Ses ovules ont été congelés dans de l’azote liquide, à -194 °C, et ils pourront y demeurer pendant des dizaines d’années sans se dégrader. « Les processus biologiques arrêtent à cette température-là », explique Pascal Desrosiers, chef embryologiste au Centre de procréation assistée de l’Hôpital Sainte-Justine.

Elle n’a finalement pas eu à subir de chimiothérapie, car les masses étaient bénignes. « Je suis chanceuse! », dit Lauren Greco. En fin de compte, ses ovules congelés sont devenus en quelque sorte une police d’assurance, au cas où elle devrait un jour subir des traitements qui pourraient nuire à sa fertilité.

Préserver la fertilité d’enfants de moins de 12 ans

Prélever des ovules est présentement impossible chez les fillettes de moins de 12 ans qui n’ont pas encore atteint la puberté. Leurs ovules ne sont pas encore matures.

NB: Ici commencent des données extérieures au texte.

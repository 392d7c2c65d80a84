package org.wispwright.ui.window;

import static org.junit.jupiter.api.Assertions.assertEquals;
import static org.junit.jupiter.api.Assertions.assertTrue;

import java.awt.Component;
import java.awt.Dimension;
import java.awt.Point;
import java.nio.file.Files;
import java.nio.file.Path;
import java.util.List;
import javax.swing.JTextField;
import org.junit.jupiter.api.Test;
import org.junit.jupiter.api.io.TempDir;
import org.wispwright.ui.desk.Against;
import org.wispwright.ui.desk.DeskState;
import org.wispwright.ui.desk.Hand;
import org.wispwright.ui.desk.Source;
import org.wispwright.ui.shot.Note;
import org.wispwright.ui.shot.NoteEdits.Listed;
import org.wispwright.ui.shot.ShotCheck;
import org.wispwright.warp.retouch.MeshWarp;
import org.wispwright.warp.retouch.Stroke;

/**
 * The whole first story, worked with real events: open, brush, pull a mesh, hold, solve a preview, watch it, compare, undo and redo, close,
 * open again. Once by pointer, while the event thread is watched; once by keys alone. Expectations: ours.
 */
class StoryTest {
    /** An event may keep the event thread for so long: what issue and design ask of the desk. */
    private static final long MOST_MILLIS = 50;

    @TempDir
    private Path folder;

    private static Note open(DeskState state) {
        return state.openNote().map(Listed::note).orElseThrow();
    }

    @Test
    void byPointer() throws Exception {
        Path shot = SampleCopy.quickYard(folder);
        DeskState before;
        try (DeskDriver driver = new DeskDriver(new Dimension(1440, 900)); EventWatch watch = new EventWatch(MOST_MILLIS)) {
            // The first time through, classes are loaded and compiled; it is the same work, and is not counted.
            story(driver, shot);
            driver.doOnSwing(() -> {
                while (driver.desk().state().history().undoName().isPresent() && !driver.desk().state().history().made().isEmpty()) {
                    driver.desk().undo();
                }
            });
            watch.start();
            before = story(driver, shot);
            System.out.println("the story: " + watch.inWords());
            assertEquals(List.of(), watch.thrown());
            assertEquals(List.of(), watch.slow());
        }
        assertEquals(List.of(), ShotCheck.of(shot, Long.MAX_VALUE).findings());
        try (DeskDriver driver = new DeskDriver(new Dimension(1440, 900)).open(shot)) {
            DeskState after = driver.state();
            assertEquals(before.shot().orElseThrow().notes(), after.shot().orElseThrow().notes());
            assertEquals(before.takes(), after.takes());
            driver.await("undo goes on into the earlier session", s -> s.history().undoName().isPresent());
        }
    }

    private static DeskState story(DeskDriver driver, Path shot) {
        driver.open(shot);
        driver.await("the original is there", s -> s.takes().stream().anyMatch(t -> t.number() == 0) && s.work().original().isEmpty());
        driver.click("note-lean-the-head");
        driver.await("its note is open", s -> s.note().filter("lean-the-head"::equals).isPresent() && s.isAtOpenNote());
        Component picture = driver.find("easel-picture", Component.class);
        int operations = open(driver.state()).retouch().operations().size();

        driver.click("hand-remove");
        driver.await("the wish is shown", s -> s.showing().orElseThrow().near().equals(new Source.Wanted("lean-the-head")));
        driver.drag(List.of(driver.onScreen(picture, 0.45, 0.2), driver.onScreen(picture, 0.47, 0.25), driver.onScreen(picture, 0.49, 0.3)));
        driver.await("a stroke was added", s -> open(s).retouch().operations().size() == operations + 1);
        assertTrue(open(driver.state()).retouch().operations().get(operations) instanceof Stroke);

        driver.click("hand-pull");
        driver.await("the hand pulls", s -> s.hand() instanceof Hand.Pulling);
        MeshWarp mesh = (MeshWarp) open(driver.state()).retouch().operations().get(0);
        driver.awaitTrue("the mesh can be pulled", driver::hasLivePicture);
        driver.pause(300);
        Point handle = driver.placeOnEasel(mesh.handles().get(0).to());
        driver.moveTo(handle);
        driver.drag(List.of(handle, new Point(handle.x - 4, handle.y + 3), new Point(handle.x - 9, handle.y + 6)));
        driver.await("the handle was pulled", s -> !open(s).retouch().operations().get(0).equals(mesh));

        driver.click("hand-hold");
        driver.await("the hand holds", s -> s.hand() instanceof Hand.Holding);
        int holds = open(driver.state()).holds().size();
        driver.drag(List.of(driver.onScreen(picture, 0.4, 0.7), driver.onScreen(picture, 0.5, 0.8), driver.onScreen(picture, 0.55, 0.85)));
        driver.await("a hold was added", s -> open(s).holds().size() == holds + 1);

        int takes = driver.state().takes().size();
        driver.click("take-solve");
        driver.await("it climbs, and says how far the notes are met",
                s -> s.work().running().flatMap(r -> r.at()).filter(at -> at.met().size() == 2).isPresent() || s.takes().size() > takes);
        driver.await("the take is there and shown", s -> s.takes().size() == takes + 1 && s.work().running().isEmpty());
        int number = driver.state().takes().get(takes).number();
        driver.await("it is on the easel", s -> s.showing().orElseThrow().near().equals(new Source.Take(number)));
        assertTrue(driver.state().takes().get(takes).met().get("lean-the-head") > 0.3);

        driver.click("take-0-against");
        driver.act("compare.divider");
        assertEquals(Against.DIVIDER, driver.state().showing().orElseThrow().against());
        Point middle = driver.onScreen(picture, 0.5, 0.5);
        driver.drag(List.of(middle, new Point(middle.x + 20, middle.y), new Point(middle.x + 45, middle.y)));
        assertTrue(driver.state().showing().orElseThrow().divider().x() > 0.55);
        driver.act("compare.alone");

        List<Listed> all = driver.state().shot().orElseThrow().notes();
        driver.key("ctrl Z");
        driver.key("ctrl Z");
        assertEquals(holds, open(driver.state()).holds().size());
        driver.key("ctrl shift Z");
        driver.key("ctrl shift Z");
        assertEquals(all, driver.state().shot().orElseThrow().notes());
        driver.await("all is on disk", s -> s.saving().isDone());
        return driver.state();
    }

    @Test
    void byKeysAlone() throws Exception {
        Path shot = SampleCopy.quickYard(folder);
        try (DeskDriver driver = new DeskDriver(new Dimension(1280, 860)).open(shot)) {
            driver.await("the original is there", s -> s.takes().size() == 1 && s.work().original().isEmpty());
            driver.key("ctrl E");
            driver.key("3");
            driver.awaitTrue("the brush can draw", () -> driver.hasLivePicture());
            for (String key : List.of("UP", "UP", "SPACE", "RIGHT", "RIGHT", "DOWN", "SPACE")) {
                driver.key(key);
            }
            driver.await("a stroke was added", s -> s.history().made().size() == 1);
            driver.key("6");
            driver.awaitTrue("the mesh can be pulled", driver::hasLivePicture);
            for (String key : List.of("SPACE", "LEFT", "LEFT", "SPACE")) {
                driver.key(key);
            }
            driver.await("a handle was set and pulled", s -> s.history().made().size() == 2);
            driver.key("8");
            driver.key("shift DOWN");
            driver.key("SPACE");
            driver.key("shift DOWN");
            driver.key("shift RIGHT");
            driver.key("SPACE");
            driver.await("a hold was added", s -> s.history().made().size() == 3);
            driver.key("ctrl ENTER");
            driver.await("the take is there", s -> s.takes().size() == 2 && s.work().running().isEmpty());
            driver.key("shift 2");
            assertEquals(Against.DIVIDER, driver.state().showing().orElseThrow().against());
            driver.act("compare.divider-right");
            assertEquals(0.55, driver.state().showing().orElseThrow().divider().x(), 1e-9);
            driver.key("ctrl Z");
            driver.key("ctrl Z");
            driver.key("ctrl Z");
            assertTrue(driver.state().history().made().isEmpty());
            driver.key("ctrl shift Z");
            driver.await("all is on disk", s -> s.saving().isDone());
            driver.key("ctrl F");
            driver.awaitTrue("the list of actions has the focus", () -> driver.find("finder-text", JTextField.class).isFocusOwner());
            driver.type("side by side");
            assertEquals("side by side", driver.find("finder-text", JTextField.class).getText());
            driver.key("ENTER");
            assertEquals(Against.BESIDE, driver.state().showing().orElseThrow().against());
        }
        assertEquals(List.of(), ShotCheck.of(shot, Long.MAX_VALUE).findings());
        assertTrue(Files.isDirectory(shot.resolve("takes/001")));
    }
}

Toutefois, au cours des prochains mois, l’Hôpital Sainte-Justine offrira aux filles et aux garçons prépubères dont la fertilité est menacée, l’accès à une nouvelle technique expérimentale, approuvée par son comité d’éthique.

« On peut prendre un tissu ovarien ou un tissu testiculaire par prélèvement, sous anesthésie locale ou anesthésie générale et on peut le congeler pour utilisation future, dit le Dr Elias Dahdouh. Mais les données sont au stade vraiment expérimental ».

Selon lui, cette technique, utilisée pour les femmes postpubères, a jusqu’à présent donné lieu à une centaine de grossesses dans le monde.